• **Task objective**: Your response should consist of one number, the count of lines below that contain "parallel".

START Supplied data

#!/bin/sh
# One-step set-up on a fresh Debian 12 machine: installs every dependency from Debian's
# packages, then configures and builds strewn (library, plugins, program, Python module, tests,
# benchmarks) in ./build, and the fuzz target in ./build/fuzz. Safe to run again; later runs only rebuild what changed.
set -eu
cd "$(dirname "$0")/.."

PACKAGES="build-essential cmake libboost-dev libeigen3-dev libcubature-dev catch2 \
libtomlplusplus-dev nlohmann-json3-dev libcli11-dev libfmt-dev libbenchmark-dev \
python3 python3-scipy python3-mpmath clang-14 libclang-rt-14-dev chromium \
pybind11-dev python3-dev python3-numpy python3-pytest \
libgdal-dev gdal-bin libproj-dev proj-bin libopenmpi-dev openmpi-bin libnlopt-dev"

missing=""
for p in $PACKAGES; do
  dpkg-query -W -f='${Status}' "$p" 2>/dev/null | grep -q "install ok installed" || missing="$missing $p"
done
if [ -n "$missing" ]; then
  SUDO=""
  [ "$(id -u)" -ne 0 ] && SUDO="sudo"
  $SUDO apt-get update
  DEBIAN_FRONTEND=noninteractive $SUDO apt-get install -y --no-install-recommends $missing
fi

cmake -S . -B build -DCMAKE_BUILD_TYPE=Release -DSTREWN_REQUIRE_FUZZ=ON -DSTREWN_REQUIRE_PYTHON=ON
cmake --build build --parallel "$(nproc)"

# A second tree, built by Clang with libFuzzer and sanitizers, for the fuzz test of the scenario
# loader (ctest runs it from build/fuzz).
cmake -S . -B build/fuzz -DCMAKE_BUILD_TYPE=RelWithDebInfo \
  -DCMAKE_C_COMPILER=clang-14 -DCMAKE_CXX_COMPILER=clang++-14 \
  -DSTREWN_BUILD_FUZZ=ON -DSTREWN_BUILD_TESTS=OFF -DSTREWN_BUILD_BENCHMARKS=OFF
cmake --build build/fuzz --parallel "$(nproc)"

END Supplied data
START Supplied data

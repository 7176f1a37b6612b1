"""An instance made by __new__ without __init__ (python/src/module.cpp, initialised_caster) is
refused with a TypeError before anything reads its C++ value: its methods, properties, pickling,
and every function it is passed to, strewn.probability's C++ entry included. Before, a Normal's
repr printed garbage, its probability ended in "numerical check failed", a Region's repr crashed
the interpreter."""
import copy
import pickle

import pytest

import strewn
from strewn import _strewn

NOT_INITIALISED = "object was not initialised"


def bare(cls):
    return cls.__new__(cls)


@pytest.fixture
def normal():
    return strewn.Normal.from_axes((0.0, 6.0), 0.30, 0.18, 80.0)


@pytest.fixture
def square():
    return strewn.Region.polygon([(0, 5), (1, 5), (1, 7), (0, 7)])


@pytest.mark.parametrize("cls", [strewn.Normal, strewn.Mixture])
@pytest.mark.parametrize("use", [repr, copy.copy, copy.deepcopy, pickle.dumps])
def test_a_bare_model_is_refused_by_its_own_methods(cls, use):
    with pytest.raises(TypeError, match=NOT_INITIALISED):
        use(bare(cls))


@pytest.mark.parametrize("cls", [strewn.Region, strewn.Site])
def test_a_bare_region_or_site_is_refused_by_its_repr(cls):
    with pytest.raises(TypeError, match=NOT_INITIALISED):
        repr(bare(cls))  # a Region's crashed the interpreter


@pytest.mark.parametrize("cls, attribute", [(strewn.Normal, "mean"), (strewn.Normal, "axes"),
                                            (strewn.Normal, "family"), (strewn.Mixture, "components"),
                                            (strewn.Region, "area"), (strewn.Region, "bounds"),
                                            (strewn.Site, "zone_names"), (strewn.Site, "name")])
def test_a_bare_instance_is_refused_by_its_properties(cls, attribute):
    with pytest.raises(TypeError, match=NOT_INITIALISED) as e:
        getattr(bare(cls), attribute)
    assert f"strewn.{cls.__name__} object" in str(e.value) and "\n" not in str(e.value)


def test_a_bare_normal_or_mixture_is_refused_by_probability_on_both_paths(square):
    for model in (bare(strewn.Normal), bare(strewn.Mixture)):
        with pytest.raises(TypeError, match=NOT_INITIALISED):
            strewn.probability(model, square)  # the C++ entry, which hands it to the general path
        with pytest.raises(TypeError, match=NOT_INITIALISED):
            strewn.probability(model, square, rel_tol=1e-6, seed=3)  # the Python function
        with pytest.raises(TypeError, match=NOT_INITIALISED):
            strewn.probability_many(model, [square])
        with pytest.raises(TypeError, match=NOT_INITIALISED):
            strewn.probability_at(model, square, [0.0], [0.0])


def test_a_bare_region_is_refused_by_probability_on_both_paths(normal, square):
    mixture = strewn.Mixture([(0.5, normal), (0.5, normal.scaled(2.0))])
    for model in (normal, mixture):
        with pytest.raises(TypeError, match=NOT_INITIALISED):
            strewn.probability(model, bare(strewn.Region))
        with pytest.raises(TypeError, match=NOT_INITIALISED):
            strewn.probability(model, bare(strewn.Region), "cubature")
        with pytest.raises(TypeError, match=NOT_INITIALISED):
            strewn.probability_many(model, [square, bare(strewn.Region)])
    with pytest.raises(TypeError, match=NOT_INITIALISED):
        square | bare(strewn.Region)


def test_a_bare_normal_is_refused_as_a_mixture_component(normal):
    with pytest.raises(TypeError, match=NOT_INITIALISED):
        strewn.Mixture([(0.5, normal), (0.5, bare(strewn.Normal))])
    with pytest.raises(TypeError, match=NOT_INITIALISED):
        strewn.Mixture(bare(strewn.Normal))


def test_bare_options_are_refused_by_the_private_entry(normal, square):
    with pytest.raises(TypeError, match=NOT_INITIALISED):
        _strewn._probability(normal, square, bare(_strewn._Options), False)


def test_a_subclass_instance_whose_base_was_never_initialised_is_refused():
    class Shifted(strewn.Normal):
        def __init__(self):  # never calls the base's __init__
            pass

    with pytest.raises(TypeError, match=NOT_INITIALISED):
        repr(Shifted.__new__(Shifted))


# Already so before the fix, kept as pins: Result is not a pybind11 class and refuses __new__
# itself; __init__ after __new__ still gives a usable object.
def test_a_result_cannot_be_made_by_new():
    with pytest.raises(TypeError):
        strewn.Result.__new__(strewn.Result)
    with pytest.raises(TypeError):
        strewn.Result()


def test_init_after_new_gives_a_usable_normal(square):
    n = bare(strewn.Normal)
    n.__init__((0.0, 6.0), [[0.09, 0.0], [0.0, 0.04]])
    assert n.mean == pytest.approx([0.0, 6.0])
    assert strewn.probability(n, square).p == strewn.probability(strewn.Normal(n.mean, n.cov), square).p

END Supplied data
START Supplied data

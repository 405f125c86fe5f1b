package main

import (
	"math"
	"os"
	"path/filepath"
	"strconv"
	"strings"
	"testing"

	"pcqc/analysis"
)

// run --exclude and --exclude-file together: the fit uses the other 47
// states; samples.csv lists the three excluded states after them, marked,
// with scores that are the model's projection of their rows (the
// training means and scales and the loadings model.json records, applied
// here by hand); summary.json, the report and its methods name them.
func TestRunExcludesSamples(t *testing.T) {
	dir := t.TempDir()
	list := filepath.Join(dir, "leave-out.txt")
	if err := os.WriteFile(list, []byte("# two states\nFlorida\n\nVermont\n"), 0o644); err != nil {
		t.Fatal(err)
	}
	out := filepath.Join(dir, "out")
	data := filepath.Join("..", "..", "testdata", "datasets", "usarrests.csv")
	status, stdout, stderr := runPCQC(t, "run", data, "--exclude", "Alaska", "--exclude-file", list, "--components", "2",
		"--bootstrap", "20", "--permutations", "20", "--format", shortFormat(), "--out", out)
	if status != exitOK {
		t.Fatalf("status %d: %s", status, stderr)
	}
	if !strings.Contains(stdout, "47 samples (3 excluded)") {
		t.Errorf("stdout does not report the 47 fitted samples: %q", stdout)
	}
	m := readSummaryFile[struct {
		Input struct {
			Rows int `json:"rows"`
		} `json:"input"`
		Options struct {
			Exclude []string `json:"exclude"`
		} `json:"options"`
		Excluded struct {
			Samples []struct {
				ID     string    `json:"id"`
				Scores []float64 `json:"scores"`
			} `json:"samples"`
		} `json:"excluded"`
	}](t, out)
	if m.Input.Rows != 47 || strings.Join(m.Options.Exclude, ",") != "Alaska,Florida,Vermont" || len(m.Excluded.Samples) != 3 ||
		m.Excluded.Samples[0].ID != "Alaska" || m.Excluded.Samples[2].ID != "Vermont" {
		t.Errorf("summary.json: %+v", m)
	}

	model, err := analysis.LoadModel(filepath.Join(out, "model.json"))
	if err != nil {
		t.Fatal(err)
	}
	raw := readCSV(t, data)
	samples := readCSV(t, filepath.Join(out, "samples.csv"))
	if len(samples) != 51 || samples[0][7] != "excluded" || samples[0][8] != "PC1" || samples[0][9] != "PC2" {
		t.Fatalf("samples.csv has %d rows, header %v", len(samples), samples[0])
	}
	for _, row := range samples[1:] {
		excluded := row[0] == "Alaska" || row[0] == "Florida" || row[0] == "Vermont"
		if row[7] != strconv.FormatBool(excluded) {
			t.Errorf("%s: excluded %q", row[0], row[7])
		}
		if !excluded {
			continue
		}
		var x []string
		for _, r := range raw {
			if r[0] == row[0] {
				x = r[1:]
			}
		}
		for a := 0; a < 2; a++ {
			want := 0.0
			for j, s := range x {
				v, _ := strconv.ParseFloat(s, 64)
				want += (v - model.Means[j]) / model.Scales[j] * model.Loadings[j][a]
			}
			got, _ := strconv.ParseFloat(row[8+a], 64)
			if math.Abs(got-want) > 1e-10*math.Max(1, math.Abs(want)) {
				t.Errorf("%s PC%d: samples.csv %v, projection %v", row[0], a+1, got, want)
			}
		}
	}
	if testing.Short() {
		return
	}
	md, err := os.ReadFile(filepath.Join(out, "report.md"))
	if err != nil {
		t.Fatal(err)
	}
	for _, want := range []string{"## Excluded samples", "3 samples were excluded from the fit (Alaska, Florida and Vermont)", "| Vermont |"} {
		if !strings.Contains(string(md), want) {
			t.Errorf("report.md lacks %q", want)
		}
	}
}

END Supplied data

• **Expected answer**: 2